Однако, именно в этом случае столкнулись необходимость показать свои новый характер и умение с тем обстоятельством, что задел меня Татарин совсем не по теме.
Я даже не требовал извинений от него, простая констатация факта неприятного поступка, раз уж Стас зачем-то поднял вопрос на самый высокий уровень, когда уже не с темы съехать без драки или тогда остаться в трусишках надолго.
Кровь у парня течет из носа, как и в тот раз, однако он не сдается еще и снова сжимает кулаки, готовясь тоже достать меня. Правда, все же небольшой разрыв появился около носа и выглядит противник серьезно пострадавшим, судя по его взгляду.
Поэтому я предлагаю признать ничью и считать поединок завершенным, тем более, звенит звонок и нам пора в класс заходить. На полной своей победе настаивать не стану, и так все зрители поняли, что произошло.
Больше драться ни к чему, если сам Татарин не предложит продолжить после уроков, встретиться где-нибудь за теплицей. По нему пока так и не понять, что у него на уме и к чему его приведет полученная трепка, только на лице начинают быстро расползаться красные пятна в местах ударов.
Притихшие товарищи с сочувствием уводят парня в класс, я со своими двумя приятелями заходим последними и готовимся к уроку истории. Весь урок пострадавший посматривает на свое лицо в зеркало, которое попросил один из его друзей у девчонок. Потом встает и просит отпустить его с урока учительницу, которая сразу же ему разрешает выйти из класса. Все учебники и тетради остаются лежать на столе, портфель соберут друзья и занесут к нему домой, благо, что он, как и я, живет прямо около школы.
Что же, победа за явным преимуществом, что довольно здорово, сам то я Татарину уступаю в росте десяток сантиметров и в весе столько же килограммов.
Правда, теперь меня, как уже пострадавшего в прежней жизни за то, что я распускал руки, реально волнует, не получил ли парень какие-нибудь серьезные повреждения. В принципе, я не бил его по носу, только по скулам вокруг, там ничего такого опасного нет, да и по силе ударов сильного сотрясения не должно случиться.
Поэтому мы расходимся после уроков, Жека посматривает на меня с удивлением, Стас, уже успевший понять по прошлым событиям, что я сильно изменился, по-дружески поддерживает меня морально, как и некоторые одноклассники.
В смысле, что Татарин сам напросился на хорошую трепку.
Это то я и сам понимаю, поэтому решаю не переживать о случившемся, пока не узнаю что-то тревожное о здоровье одноклассника.
В школу на следующий день парень не пришел, однако, наша классная уже полностью в курсе, что случилось в туалете, сразу же оставляет меня на разговор после уроков. Парни, как положено, поделились увиденным с девчонками, девчонки напели класснухе всю историю на ушко, так что, я особо с ней не спорю, но и не соглашаюсь ни с чем. Молча выслушиваю взрыв негодования и ухожу, не сказав ни слова, чем привожу в полный восторг моих приятелей, подслушивавших наш разговор у приоткрытой двери.

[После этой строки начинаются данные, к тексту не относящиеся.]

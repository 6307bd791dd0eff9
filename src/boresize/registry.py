"""Registries that hooks fill: one object per id, with the plugin that added it.

A hook implementation receives a registry already bound to its plugin's name, so a duplicate id
can be rejected with an error that names both plugins. Each registry checks what it is given against
the documented contract (criterion, property backend, pipe class) and names every part that is missing
or wrong, with the plugin that registered it.
"""

from __future__ import annotations

import re
from collections.abc import Callable, Iterator
from collections.abc import Set as AbstractSet
from typing import Any, Generic, TypeVar

from boresize.criteria.base import OptionSpec
from boresize.criteria.protocol import KNOWN_PHASES
from boresize.errors import PluginError
from boresize.pipes import PipeClass

T = TypeVar("T")

__all__ = ["Registry", "CriterionRegistry", "BackendRegistry", "PipeClassRegistry", "KEBAB_CASE"]

#: An id as criteria files and line lists name it: lower-case words of letters and digits joined by hyphens.
KEBAB_CASE = re.compile(r"[a-z][a-z0-9]*(?:-[a-z0-9]+)*")

#: Checks an object before it is accepted: (object, plugin name) -> None, or raises PluginError.
Check = Callable[[Any, str], None]


class Registry(Generic[T]):
    """Objects by id, in registration order, each remembering the plugin that added it.

    :param kind: what is registered ("criterion", "property backend", "pipe class"), for messages
    :param key: how to read an object's id
    :param check: validates an object and the plugin registering it (raises PluginError)
    """

    def __init__(self, kind: str, key: Callable[[T], str], check: Check | None = None) -> None:
        self.kind = kind
        self._key = key
        self._check = check
        self._items: dict[str, T] = {}
        self._owners: dict[str, str] = {}
        self._plugin = "<unknown>"

    def bound_to(self, plugin_name: str) -> Registry[T]:
        """Set the plugin whose hook is about to run; returns self for the hook call."""
        self._plugin = plugin_name
        return self

    def add(self, item: T) -> None:
        """Register ``item``; an item that breaks the contract, or a second item with the same id, raises
        PluginError naming the plugin (both plugins for a duplicate)."""
        if self._check is not None:
            self._check(item, self._plugin)
        try:
            ident = self._key(item)
        except AttributeError as exc:
            raise _without_id(self.kind, self._plugin, item) from exc
        if ident in self._items:
            raise PluginError(
                f"{self.kind} id {ident!r} is registered twice: by plugin {self._owners[ident]!r} "
                f"and by plugin {self._plugin!r}; uninstall one of them or rename the id"
            )
        self._items[ident] = item
        self._owners[ident] = self._plugin

    def get(self, ident: str) -> T:
        try:
            return self._items[ident]
        except KeyError:
            raise KeyError(ident) from None

    def owner(self, ident: str) -> str:
        return self._owners[ident]

    def ids(self) -> tuple[str, ...]:
        return tuple(self._items)

    def __contains__(self, ident: object) -> bool:
        return ident in self._items

    def __iter__(self) -> Iterator[T]:
        return iter(self._items.values())

    def __len__(self) -> int:
        return len(self._items)


def _without_id(kind: str, plugin: str, item: object) -> PluginError:
    return PluginError(f"plugin {plugin!r} registered a {kind} without an id: {item!r}")


def _text_fault(item: object, name: str) -> str | None:
    """What is wrong with a required text attribute (missing, not text, empty), or None."""
    if not hasattr(item, name):
        return f"{name} is missing"
    value = getattr(item, name)
    if not isinstance(value, str):
        return f"{name} {value!r} is not text"
    return None if value.strip() else f"{name} is empty"


def _id_fault(item: object) -> str | None:
    ident = getattr(item, "id")
    if not isinstance(ident, str):
        return f"id {ident!r} is not text"
    if KEBAB_CASE.fullmatch(ident):
        return None
    return f"id {ident!r} is not kebab-case (lower-case letters and digits joined by hyphens: 'acme-rack-min-nps')"


def _phases_fault(item: object) -> str | None:
    if not hasattr(item, "phases"):
        return "phases is missing"
    phases = getattr(item, "phases")
    known = ", ".join(sorted(KNOWN_PHASES))
    if not isinstance(phases, AbstractSet):
        return f"phases {phases!r} is not a set of phases ({known})"
    if not phases:
        return f"phases is empty; expected a set of one or more of {known}"
    unknown = sorted(repr(p) for p in phases if p not in KNOWN_PHASES)
    return f"phases holds {', '.join(unknown)}, not one of {known}" if unknown else None


def _options_fault(item: object) -> str | None:
    if not hasattr(item, "options"):
        return "options is missing"
    options = getattr(item, "options")
    if not isinstance(options, tuple):
        return f"options {options!r} is not a tuple of OptionSpec"
    wrong = [f"options[{i}] {o!r} is not an OptionSpec" for i, o in enumerate(options) if not isinstance(o, OptionSpec)]
    return "; ".join(wrong) or None


def _callable_fault(item: object, name: str) -> str | None:
    if not hasattr(item, name):
        return f"{name} is missing"
    return None if callable(getattr(item, name)) else f"{name} is not callable"


#: The optional traits the sizing core reads (see :class:`boresize.criteria.base.Criterion`): flags must be bools.
_TRAIT_FLAGS = ("proposes_first_guess",)
_SIZE_TRENDS = (None, "larger-passes", "falls-with-size")


def _traits_fault(item: object) -> str | None:
    """What is wrong with the optional traits a criterion declares (a misspelt trend would be read as unknown)."""
    faults = []
    trend = getattr(item, "size_trend", None)
    if trend not in _SIZE_TRENDS:
        faults.append(f"size_trend {trend!r} is not one of 'larger-passes', 'falls-with-size' or None")
    faults += [f"{name} {getattr(item, name)!r} is not True or False" for name in _TRAIT_FLAGS
               if not isinstance(getattr(item, name, False), bool)]
    if hasattr(item, "diameter_at_limit") and not callable(getattr(item, "diameter_at_limit")):
        faults.append("diameter_at_limit is not callable")
    if getattr(item, "proposes_first_guess", False) is True and not hasattr(item, "diameter_at_limit"):
        faults.append("proposes_first_guess is True but diameter_at_limit is missing")
    return "; ".join(faults) or None


def _refuse(kind: str, item: object, plugin: str, faults: list[str | None], guide: str) -> None:
    """Raise one PluginError naming every fault found, or return when there is none."""
    found = [fault for fault in faults if fault]
    if found:
        raise PluginError(f"{kind} {getattr(item, 'id', item)!r} of plugin {plugin!r} is not usable: "
                          f"{'; '.join(found)} (see DEVELOPERS.md, {guide})")


def check_criterion(item: object, plugin: str) -> None:
    """Check the whole criterion protocol (:class:`boresize.criteria.protocol.CriterionProtocol`)."""
    if not hasattr(item, "id"):
        raise _without_id("criterion", plugin, item)
    faults = [_id_fault(item), _text_fault(item, "title"), _text_fault(item, "source"), _phases_fault(item),
              _options_fault(item), _callable_fault(item, "evaluate"), _traits_fault(item)]
    _refuse("criterion", item, plugin, faults, '"The criterion object"')


def check_backend(item: object, plugin: str) -> None:
    """Check a property backend (:class:`boresize.properties.base.PropertyBackend`)."""
    if not hasattr(item, "id"):
        raise _without_id("property backend", plugin, item)
    faults = [_id_fault(item), _text_fault(item, "title")]
    faults += [_callable_fault(item, name) for name in ("handles", "state", "version")]
    _refuse("property backend", item, plugin, faults, '"boresize_register_property_backends(register)"')


def check_pipe_class(item: object, plugin: str) -> None:
    """A pipe class must be a :class:`boresize.pipes.PipeClass` (its sizes and schedules are checked when built)."""
    if not isinstance(item, PipeClass):
        raise PluginError(f"plugin {plugin!r} registered a {type(item).__name__} as a pipe class, not a PipeClass: "
                          f"{item!r}; build one with pipe_class_from_table (see DEVELOPERS.md, "
                          f'"boresize_register_pipe_classes(register)")')


class CriterionRegistry(Registry[Any]):
    def __init__(self) -> None:
        super().__init__("criterion", lambda c: c.id, check_criterion)


class BackendRegistry(Registry[Any]):
    def __init__(self) -> None:
        super().__init__("property backend", lambda b: b.id, check_backend)


class PipeClassRegistry(Registry[PipeClass]):
    def __init__(self) -> None:
        super().__init__("pipe class", lambda p: p.name, check_pipe_class)
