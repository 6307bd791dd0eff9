"""``python -m boresize``: the ``boresize`` command."""

import sys

from boresize.cli.main import main

sys.exit(main())
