def describe_metadata(meta: dict, where: Path | str) -> SigmfDescription:
    """The decoder's view of metadata that passed :func:`validate_metadata`.

    Rules beyond the schema: ``core:datatype`` complex and readable; ``core:num_channels`` 1;
    ``core:sample_rate`` in ``1 .. 1e12`` Hz; capture ``core:sample_start`` strictly increasing;
    ``core:header_bytes`` only on the first capture (samples are one contiguous run); capture
    ``core:frequency`` above 0; not ``core:metadata_only``; ``downlink:sample_count`` a
    non-negative integer.

    Notes
    -----
    SigMF has no field giving the dataset's length.  What the metadata *promises* is taken as
    the largest of: the last capture's ``core:sample_start`` + 1 (a segment holds at least one
    sample) and, over the annotations, ``core:sample_start + core:sample_count`` (an annotation
    without a count: its ``core:sample_start``) minus ``core:offset`` (annotation indices may be
    absolute).  The annotation rule is the one the ``sigmf`` library uses to warn that a data
    source "ends before the final annotation".  Files written by :class:`SigmfWriter` also carry
    ``downlink:sample_count``, the exact count.  The ``core:sha512`` check (while streaming)
    covers every other change of the data file.

    Raises
    ------
    RecordingError
        One line naming the field and the rule.
    """
    glob = meta["global"]
    fmt = _sigmf_format(where, glob["core:datatype"])
    if glob.get("core:metadata_only") is True:
        raise RecordingError(f"{where}: core:metadata_only is true: this SigMF file has no samples to decode")
    channels = int(glob.get("core:num_channels", 1))
    if channels != 1:
        raise RecordingError(f"{where}: core:num_channels is {channels}; only single-channel recordings are read")
    rate = glob.get("core:sample_rate")
    rate = None if rate is None else check_sample_rate(where, rate, " (core:sample_rate)")
    dataset = glob.get("core:dataset")
    if dataset is not None and (not dataset or any(c in dataset for c in "/\\") or dataset in (".", "..")):
        raise RecordingError(f"{where}: core:dataset must be a file name beside the metadata, not {dataset!r}")
    sha = glob.get("core:sha512")
    exact = glob.get(SAMPLE_COUNT_KEY)
    if exact is not None and (isinstance(exact, bool) or not isinstance(exact, int) or exact < 0):
        raise RecordingError(f"{where}: {SAMPLE_COUNT_KEY} must be a non-negative integer, "
                             f"not {_line(repr(exact), 40)}")

    caps: list[SigmfCapture] = []
    header_bytes = 0
    for i, c in enumerate(meta["captures"]):
        s0 = int(c["core:sample_start"])  # the schema allows 5.0 for an integer
        if caps and s0 <= caps[-1].sample_start:
            raise RecordingError(f"{where}: capture {i} core:sample_start {s0} is not after the previous one")
        hb = int(c.get("core:header_bytes", 0))
        if hb and i > 0:
            raise RecordingError(f"{where}: core:header_bytes in capture {i}: only a header before the first capture "
                                 f"is supported")
        header_bytes += hb
        freq = check_frequency(where, c.get("core:frequency"), f"capture {i} core:frequency")
        caps.append(SigmfCapture(s0, c.get("core:datetime"), freq))
    if not caps:
        caps.append(SigmfCapture(0, None, None))

    offset = int(glob.get("core:offset", 0))
    need, why = caps[-1].sample_start + 1, f"capture {len(caps) - 1} starts at sample {caps[-1].sample_start}"
    for i, a in enumerate(meta["annotations"]):
        start = int(a["core:sample_start"])
        end = start + int(a.get("core:sample_count", 0)) - offset
        if end > need:
            need, why = end, f"annotation {i} ends at sample {end}"
    return SigmfDescription(format=fmt, sample_rate_hz=rate, captures=tuple(caps), header_bytes=header_bytes,
                            trailing_bytes=int(glob.get("core:trailing_bytes", 0)), dataset=dataset,
                            sha512=None if sha is None else sha.lower(), min_samples=need, min_samples_why=why,
                            exact_samples=exact)


# ---- archives ---------------------------------------------------------------------------------------


def archive_members(path: Path) -> tuple[bytes, int, int]:
    """Find the recording in an uncompressed SigMF archive: (metadata octets, data offset, data size).

    A tar member's octets are contiguous in the archive, so the samples can be mapped in place at
    the data member's offset: nothing is extracted, only the tar headers and the metadata are read.
    The ``sigmf`` library's archive reader is not used because it loads a compressed archive's
    samples into memory and hashes the data when it opens.

    Raises
    ------
    RecordingError
        Compressed archive, not a tar, no or several ``.sigmf-meta`` members, no matching
        ``.sigmf-data`` member.

    References
    ----------
    SigMF specification, "SigMF Archive Format": a tar holding ``base.sigmf-meta`` and
    ``base.sigmf-data`` in a folder ``base``.
    """
    try:
        with open(path, "rb") as fh:
            magic = fh.read(6)
        if magic[:2] == b"\x1f\x8b" or magic == b"\xfd7zXZ\x00" or magic[:3] == b"BZh" or magic[:4] == b"PK\x03\x04":
            raise RecordingError(f"{path}: compressed SigMF archive: decompress it (or extract the pair) first, "
                                 f"samples are read in place from an uncompressed tar only")
        with tarfile.open(path, mode="r:") as tar:
            members = [m for m in tar.getmembers() if m.isfile()]
            metas = [m for m in members if m.name.lower().endswith(SIGMF_META_SUFFIX)]
            if len(metas) != 1:
                raise RecordingError(f"{path}: SigMF archive holds {len(metas)} recordings; exactly one can be opened")
            meta_m = metas[0]
            if meta_m.size > MAX_META_BYTES:
                raise RecordingError(f"{path}: metadata in the archive is too large ({meta_m.size} bytes)")
            raw = tar.extractfile(meta_m).read()
    except tarfile.TarError as exc:
        raise RecordingError(f"{path}: not a readable SigMF archive (tar: {_line(exc, 80)})") from None
    except OSError as exc:
        raise RecordingError(f"{path}: cannot read ({exc.strerror})") from None
    data_name = meta_m.name[: -len(SIGMF_META_SUFFIX)] + SIGMF_DATA_SUFFIX
    data_m = next((m for m in members if m.name == data_name), None)
    if data_m is None:
        raise RecordingError(f"{path}: SigMF archive has no {Path(data_name).name} beside {Path(meta_m.name).name}")
    return raw, int(data_m.offset_data), int(data_m.size)


# ---- writing ---------------------------------------------------------------------------------------


def metadata_text(global_fields: dict, captures: list[dict], annotations: list[dict]) -> str:
    """SigMF metadata built, validated and serialised by the ``sigmf`` library.

    Parameters
    ----------
    global_fields : dict
        Global object fields; ``core:version`` is the library's specification version and
        ``core:num_channels`` 1.  Fields of our namespace (``downlink:``) get their
        ``core:extensions`` entry.
    captures, annotations : list of dict
        Each with its ``core:sample_start`` (annotations may carry ``core:sample_count``).

    Returns
    -------
    str
        The JSON text (keys sorted, ``global``, ``captures``, ``annotations`` first), no newline at
        the end.

    Raises
    ------
    ValueError
        When the result breaks the SigMF schema (a bad extra field of the caller's).
    """
    from jsonschema.exceptions import ValidationError
    from sigmf import SigMFFile

    glob = dict(global_fields)
    if any(k.startswith("downlink:") for k in glob):
        ext = [e for e in glob.get("core:extensions", []) if e.get("name") != EXTENSION["name"]]
        glob["core:extensions"] = ext + [dict(EXTENSION)]
    f = SigMFFile(global_info=glob)
    for c in captures:
        c = dict(c)
        f.add_capture(c.pop("core:sample_start"), metadata=c)
    for a in annotations:
        a = dict(a)
        start = a.pop("core:sample_start")
        f.add_annotation(start, a.pop("core:sample_count", None), metadata=a)
    try:
        with warnings.catch_warnings(record=True) as caught:
            warnings.simplefilter("always", DeprecationWarning)
            f.validate()
    except ValidationError as exc:
        raise ValueError(f"Argument 'extra_global' (or an annotation) makes metadata that breaks the SigMF "
                         f"schema at {_location(exc.absolute_path)}: {_line(exc.message)}.") from None
    undeclared = [w for w in caught if "undeclared extensions" in str(w.message)]
    if undeclared:  # the library only warns today; a writer should not leave it to readers
        raise ValueError(f"Argument 'extra_global' uses a namespace without a core:extensions entry: "
                         f"{_line(undeclared[0].message)}")
    return f.dumps(pretty=True)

Оправдываться, что он первый пнул мой портфель и я просто вышел вместо собравшегося драться Стаса — нет никакого смысла.
Класснуха во всем обвиняет только меня, чему я не удивлен совсем и даже откровенно грозит мне пролетом мимо комсомола, на что мне вообще наплевать теперь.
Вот так молодые упертые бойцы начинают строить свою хулиганскую историю с первой серьезной победы, наивно думая, что пара тяжелых ударов решает все проблемы, однако, я уверен в обратном. Что распускание рук решит тебя самого.
С другой стороны, теперь ни у меня, ни у того же Жеки больше не будет проблем в классе или с другими восьмиклассниками. Все скоро узнают о том, что Татарин не ходил в школу почти неделю именно после моих ударов, а подзуживаемые постоянно вредным Клисиным двоечники не захотят попасть на место Татарина.
Драться у нас принято один на один, так что шансов у них нет.